Reproduce the entries that follow verbatim, down to the final line.

::::::

"""Reduction of a thermogram to a corrected temperature change with an honest uncertainty."""

from heatlog.reduce.correction import METHODS
from heatlog.reduce.drift import DriftFit, fit_drift
from heatlog.reduce.events import Event, detect_events
from heatlog.reduce.reduction import MethodResult, Reduction, reduce_thermogram

__all__ = [
    "METHODS",
    "DriftFit",
    "Event",
    "MethodResult",
    "Reduction",
    "detect_events",
    "fit_drift",
    "reduce_thermogram",
]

::::::

• [TASK RESULT]:
"""Reduction of a thermogram to a corrected temperature change with an honest uncertainty."""

from heatlog.reduce.correction import METHODS
from heatlog.reduce.drift import DriftFit, fit_drift
from heatlog.reduce.events import Event, detect_events
from heatlog.reduce.reduction import MethodResult, Reduction, reduce_thermogram

__all__ = [
    "METHODS",
    "DriftFit",
    "Event",
    "MethodResult",
    "Reduction",
    "detect_events",
    "fit_drift",
    "reduce_thermogram",
]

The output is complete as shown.